Material for this exercise Start Marker

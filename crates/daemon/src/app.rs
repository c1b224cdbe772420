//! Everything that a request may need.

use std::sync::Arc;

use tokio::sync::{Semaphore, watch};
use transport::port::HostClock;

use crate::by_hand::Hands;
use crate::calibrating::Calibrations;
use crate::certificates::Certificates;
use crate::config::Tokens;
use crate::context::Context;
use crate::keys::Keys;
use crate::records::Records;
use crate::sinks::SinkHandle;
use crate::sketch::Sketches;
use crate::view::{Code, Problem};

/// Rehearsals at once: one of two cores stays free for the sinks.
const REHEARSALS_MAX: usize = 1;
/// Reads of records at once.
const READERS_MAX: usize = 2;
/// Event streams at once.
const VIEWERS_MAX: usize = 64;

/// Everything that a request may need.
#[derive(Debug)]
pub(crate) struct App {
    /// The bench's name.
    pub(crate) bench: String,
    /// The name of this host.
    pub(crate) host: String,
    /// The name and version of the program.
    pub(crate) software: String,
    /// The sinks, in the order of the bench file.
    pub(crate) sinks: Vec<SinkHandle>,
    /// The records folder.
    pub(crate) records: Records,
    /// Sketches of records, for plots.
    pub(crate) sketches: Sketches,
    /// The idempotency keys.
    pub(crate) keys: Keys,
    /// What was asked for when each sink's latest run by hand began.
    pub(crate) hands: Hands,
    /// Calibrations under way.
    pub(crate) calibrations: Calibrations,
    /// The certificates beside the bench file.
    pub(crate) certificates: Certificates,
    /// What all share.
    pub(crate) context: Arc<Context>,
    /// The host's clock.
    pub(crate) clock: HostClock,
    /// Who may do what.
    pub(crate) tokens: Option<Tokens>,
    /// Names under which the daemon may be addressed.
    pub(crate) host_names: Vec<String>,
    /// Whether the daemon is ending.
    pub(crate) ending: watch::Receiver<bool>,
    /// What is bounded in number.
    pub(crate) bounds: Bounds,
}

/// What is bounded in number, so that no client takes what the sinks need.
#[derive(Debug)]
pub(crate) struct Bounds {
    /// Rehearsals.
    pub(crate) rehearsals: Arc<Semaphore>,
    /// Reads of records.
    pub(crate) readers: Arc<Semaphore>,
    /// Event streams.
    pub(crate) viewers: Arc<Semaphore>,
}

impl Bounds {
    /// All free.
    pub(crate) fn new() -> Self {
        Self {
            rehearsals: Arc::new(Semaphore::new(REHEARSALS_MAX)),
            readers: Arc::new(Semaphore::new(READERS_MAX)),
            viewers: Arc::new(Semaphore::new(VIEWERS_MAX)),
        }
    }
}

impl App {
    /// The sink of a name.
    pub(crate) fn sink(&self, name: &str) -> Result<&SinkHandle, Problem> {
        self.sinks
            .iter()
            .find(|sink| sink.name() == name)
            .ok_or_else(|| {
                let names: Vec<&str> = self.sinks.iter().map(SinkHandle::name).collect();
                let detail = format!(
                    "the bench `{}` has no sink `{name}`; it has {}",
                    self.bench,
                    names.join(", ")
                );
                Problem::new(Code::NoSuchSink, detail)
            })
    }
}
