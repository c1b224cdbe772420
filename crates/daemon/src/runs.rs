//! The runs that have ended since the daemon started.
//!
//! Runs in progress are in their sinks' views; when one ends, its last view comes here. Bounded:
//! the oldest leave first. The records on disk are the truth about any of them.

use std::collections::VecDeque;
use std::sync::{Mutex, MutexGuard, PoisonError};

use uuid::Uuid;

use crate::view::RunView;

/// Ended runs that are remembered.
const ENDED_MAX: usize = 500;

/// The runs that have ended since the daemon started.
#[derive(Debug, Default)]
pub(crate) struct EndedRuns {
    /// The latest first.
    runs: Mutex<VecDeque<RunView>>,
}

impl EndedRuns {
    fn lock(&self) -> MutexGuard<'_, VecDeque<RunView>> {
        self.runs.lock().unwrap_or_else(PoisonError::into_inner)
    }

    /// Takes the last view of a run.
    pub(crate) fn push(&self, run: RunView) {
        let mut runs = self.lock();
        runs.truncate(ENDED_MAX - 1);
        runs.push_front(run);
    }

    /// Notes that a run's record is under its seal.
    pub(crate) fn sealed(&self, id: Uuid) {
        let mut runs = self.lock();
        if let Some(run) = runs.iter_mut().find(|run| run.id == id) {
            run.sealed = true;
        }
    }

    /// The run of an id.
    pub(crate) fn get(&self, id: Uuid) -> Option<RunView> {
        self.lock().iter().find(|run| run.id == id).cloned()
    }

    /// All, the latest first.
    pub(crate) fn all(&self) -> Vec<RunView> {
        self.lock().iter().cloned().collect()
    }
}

Material for this exercise End Marker

* **Work item**: Repeat each entry above exactly as shown.

* **Problem solution**:
filename crates/daemon/src/app.rs
repository c1b224cdbe772420
//! Everything that a request may need.

use std::sync::Arc;

use tokio::sync::{Semaphore, watch};
use transport::port::HostClock;

use crate::by_hand::Hands;
use crate::calibrating::Calibrations;
use crate::certificates::Certificates;
use crate::config::Tokens;
use crate::context::Context;
use crate::keys::Keys;
use crate::records::Records;
use crate::sinks::SinkHandle;
use crate::sketch::Sketches;
use crate::view::{Code, Problem};

/// Rehearsals at once: one of two cores stays free for the sinks.
const REHEARSALS_MAX: usize = 1;
/// Reads of records at once.
const READERS_MAX: usize = 2;
/// Event streams at once.
const VIEWERS_MAX: usize = 64;

/// Everything that a request may need.
#[derive(Debug)]
pub(crate) struct App {
    /// The bench's name.
    pub(crate) bench: String,
    /// The name of this host.
    pub(crate) host: String,
    /// The name and version of the program.
    pub(crate) software: String,
    /// The sinks, in the order of the bench file.
    pub(crate) sinks: Vec<SinkHandle>,
    /// The records folder.
    pub(crate) records: Records,
    /// Sketches of records, for plots.
    pub(crate) sketches: Sketches,
    /// The idempotency keys.
    pub(crate) keys: Keys,
    /// What was asked for when each sink's latest run by hand began.
    pub(crate) hands: Hands,
    /// Calibrations under way.
    pub(crate) calibrations: Calibrations,
    /// The certificates beside the bench file.
    pub(crate) certificates: Certificates,
    /// What all share.
    pub(crate) context: Arc<Context>,
    /// The host's clock.
    pub(crate) clock: HostClock,
    /// Who may do what.
    pub(crate) tokens: Option<Tokens>,
    /// Names under which the daemon may be addressed.
    pub(crate) host_names: Vec<String>,
    /// Whether the daemon is ending.
    pub(crate) ending: watch::Receiver<bool>,
    /// What is bounded in number.
    pub(crate) bounds: Bounds,
}

/// What is bounded in number, so that no client takes what the sinks need.
#[derive(Debug)]
pub(crate) struct Bounds {
    /// Rehearsals.
    pub(crate) rehearsals: Arc<Semaphore>,
    /// Reads of records.
    pub(crate) readers: Arc<Semaphore>,
    /// Event streams.
    pub(crate) viewers: Arc<Semaphore>,
}

impl Bounds {
    /// All free.
    pub(crate) fn new() -> Self {
        Self {
            rehearsals: Arc::new(Semaphore::new(REHEARSALS_MAX)),
            readers: Arc::new(Semaphore::new(READERS_MAX)),
            viewers: Arc::new(Semaphore::new(VIEWERS_MAX)),
        }
    }
}

impl App {
    /// The sink of a name.
    pub(crate) fn sink(&self, name: &str) -> Result<&SinkHandle, Problem> {
        self.sinks
            .iter()
            .find(|sink| sink.name() == name)
            .ok_or_else(|| {
                let names: Vec<&str> = self.sinks.iter().map(SinkHandle::name).collect();
                let detail = format!(
                    "the bench `{}` has no sink `{name}`; it has {}",
                    self.bench,
                    names.join(", ")
                );
                Problem::new(Code::NoSuchSink, detail)
            })
    }
}
repository c1b224cdbe772420
filename crates/daemon/src/runs.rs
//! The runs that have ended since the daemon started.
//!
//! Runs in progress are in their sinks' views; when one ends, its last view comes here. Bounded:
//! the oldest leave first. The records on disk are the truth about any of them.

use std::collections::VecDeque;
use std::sync::{Mutex, MutexGuard, PoisonError};

use uuid::Uuid;

use crate::view::RunView;

/// Ended runs that are remembered.
const ENDED_MAX: usize = 500;

/// The runs that have ended since the daemon started.
#[derive(Debug, Default)]
pub(crate) struct EndedRuns {
    /// The latest first.
    runs: Mutex<VecDeque<RunView>>,
}

impl EndedRuns {
    fn lock(&self) -> MutexGuard<'_, VecDeque<RunView>> {
        self.runs.lock().unwrap_or_else(PoisonError::into_inner)
    }

    /// Takes the last view of a run.
    pub(crate) fn push(&self, run: RunView) {
        let mut runs = self.lock();
        runs.truncate(ENDED_MAX - 1);
        runs.push_front(run);
    }

    /// Notes that a run's record is under its seal.
    pub(crate) fn sealed(&self, id: Uuid) {
        let mut runs = self.lock();
        if let Some(run) = runs.iter_mut().find(|run| run.id == id) {
            run.sealed = true;
        }
    }

    /// The run of an id.
    pub(crate) fn get(&self, id: Uuid) -> Option<RunView> {
        self.lock().iter().find(|run| run.id == id).cloned()
    }

    /// All, the latest first.
    pub(crate) fn all(&self) -> Vec<RunView> {
        self.lock().iter().cloned().collect()
    }
}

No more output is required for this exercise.